It's a buddy movie set in the early 60ies Jim Crow South, working class Italian Brooklyn bouncer - Tony Lip (he of Sopranos fame) played by Viggo Mortensen - drives ultra-refined black (and gay) classical-turned-jazz-to-earn-a-living pianist - Don Shirley played by Mahershala Ali - on a tour through the South. Tony is a unabashedly racist initially, but has a heart; Don doesn't quite know where he belongs ("If I'm not black enough, not white enough, not man enough, then what am I, Tony?!" is his key outcry in the movie), but sees himself pushed again and again into the "negro"-bracket by people and times. The "Green Book" was a lodging and accommodations guide for black motorists travelling the South - places where they would not be turned away or beat up.

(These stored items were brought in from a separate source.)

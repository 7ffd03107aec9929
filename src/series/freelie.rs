//! The free Lie algebra over a generic coefficient ring: words and truncated
//! tensor series, Lyndon words with their standard bracketing, projection of
//! Lie elements onto the Lyndon basis, the truncated exponential and
//! logarithm, the Baker–Campbell–Hausdorff series and the evaluation of Lie
//! polynomials with concrete values (fields, matrices, ...).
//!
//! This module owns the structural side of the chronological logarithm
//! (DESIGN §2.5, §2.7). It must not know about anything else in ordex:
//! coefficients enter through the [`Coeff`] trait (implemented here for
//! [`BigRational`], and by the caller for its exact expressions), and
//! concrete values enter only through the closures given to [`evaluate`].
//!
//! # Conventions
//! - A letter is a `u16`; letters `0..m` form an [`Alphabet`] in which every
//!   letter carries a positive integer weight (for ordex: the power of eps it
//!   brings). Truncation is by total weight: a word of weight above the
//!   bound is dropped. With all weights 1 this is truncation by length.
//! - A word `a1 a2 … ak` stands for the composition `X_a1 ∘ X_a2 ∘ … ∘ X_ak`
//!   of operators on functions, so the product of the tensor algebra is
//!   concatenation and the commutator is `[u, v] = uv − vu`. For vector
//!   fields acting as derivations this is exactly the Lie bracket
//!   `[X, Y](h) = X(Y(h)) − Y(X(h))`.
//! - In a Chen series the earliest time acts outermost: the earliest letter
//!   is the leftmost one in the word.
//! - Lyndon words are taken for the letter order `0 < 1 < 2 < …`; the
//!   standard factorisation of a Lyndon word `w` of length at least 2 is
//!   `w = uv` with `v` its longest proper Lyndon suffix, and the standard
//!   bracketing `P_w = [P_u, P_v]` gives the Lyndon basis of the free Lie
//!   algebra. `P_w` is `w` plus words of the same length that are
//!   lexicographically larger, which makes the projection onto the basis a
//!   triangular elimination.

use std::collections::{BTreeMap, HashMap};
use std::fmt;
use std::num::NonZeroU64;
use std::rc::Rc;

use num_bigint::BigInt;
use num_rational::BigRational;

/// The denominator 1 for [`Coeff::scale`].
const ONE: NonZeroU64 = NonZeroU64::MIN;
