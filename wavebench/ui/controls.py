"""Parameter controls generated from a spec table's own field metadata.

Nothing here knows the sea, the craft or the sensors by name: the controls
are built by walking :func:`dataclasses.fields` of a spec table
(:class:`~wavebench.spec.fields.SpecTable`) or a block parameter set
(:class:`~wavebench.core.params.Params`) and reading what each field declares
(:mod:`wavebench.spec.fields`), so a new table or block gets its controls
for free:

=====================================  ==============================================
field declaration                      control
=====================================  ==============================================
``number`` / ``like`` / ``bounded``    ``FloatText`` / ``IntText``, or a slider when
                                       both bounds are finite; the unit in the label,
                                       the doc and the allowed range as tooltip
``dist=True``                          also a distribution written as a TOML inline
                                       table, e.g. ``{ uniform = [1.0, 2.0] }``
``text(choices=...)``                  ``Dropdown``
``text()``                             ``Text``
``texts(choices=...)``                 ``SelectMultiple``
``points``, ``numbers``, ``intervals``  a TOML array in a ``Text`` box
``table``, ``params``                  a collapsible section (``Accordion``)
``named_tables``                       a section holding one section per name
=====================================  ==============================================

A field that may be absent (default ``None``) also offers "absent"; an
optional table offers "add" and "remove". Every table section, and the
whole spec, can also be edited as TOML text ("edit as TOML"): the way to
change several fields at once where one alone would be refused (a
``kind`` and the fields that kind needs). Sections are built when first
opened, so a large spec opens quickly.

Every change builds a *new* spec through the real loader: the spec's plain
data (:func:`~wavebench.spec.schema.spec_to_data`) with the changed value is
validated by :func:`~wavebench.spec.schema.spec_from_data` (and once more
from the new spec's own written form, so what the editor holds also saves
and loads). A value the
loader refuses leaves the last valid spec in place and shows the
:class:`~wavebench.core.errors.ParameterError` message (field, value and
what is allowed) beside the control; no exception reaches the notebook.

Ali won an Oscar for his supporting role as did the movie as such and the original script.
The film received some criticism from the Shirley family (doubting that Don was ever friends with Tony and the latter not just his employee) and from people bemoaning that it was yet another "white savior"-story. (These days you can't even make a film AGAINST racism anymore without rubbing someone in the wrong pc-way.) I didn't see it that way, if anyone was saved in that movie then it was Tony Lip who had his horizons broadened from his initial ignorant racism. (Back in the early 60ies it was easier to get someone rid of his individual racism than free yourself as a black man from the implications of the general racism all around you.)
Green Book isn't an agitprop movie (it plays in the months before Christmas and you can guess where Don Shirley will somewhat unsurprisingly end up on Christmas Eve and how a bunch of Brooklyn wops overcome their resentments when it comes to sharing food). It's quiet, told straightforward very conservatively and there are no surprising twists, but I liked it. The music - Don Shirley's idiosyncratic mix of jazz, easy listening, classical runs and gospel lovingly recreated and rerecorded by Kris Bowers - struck a chord with me.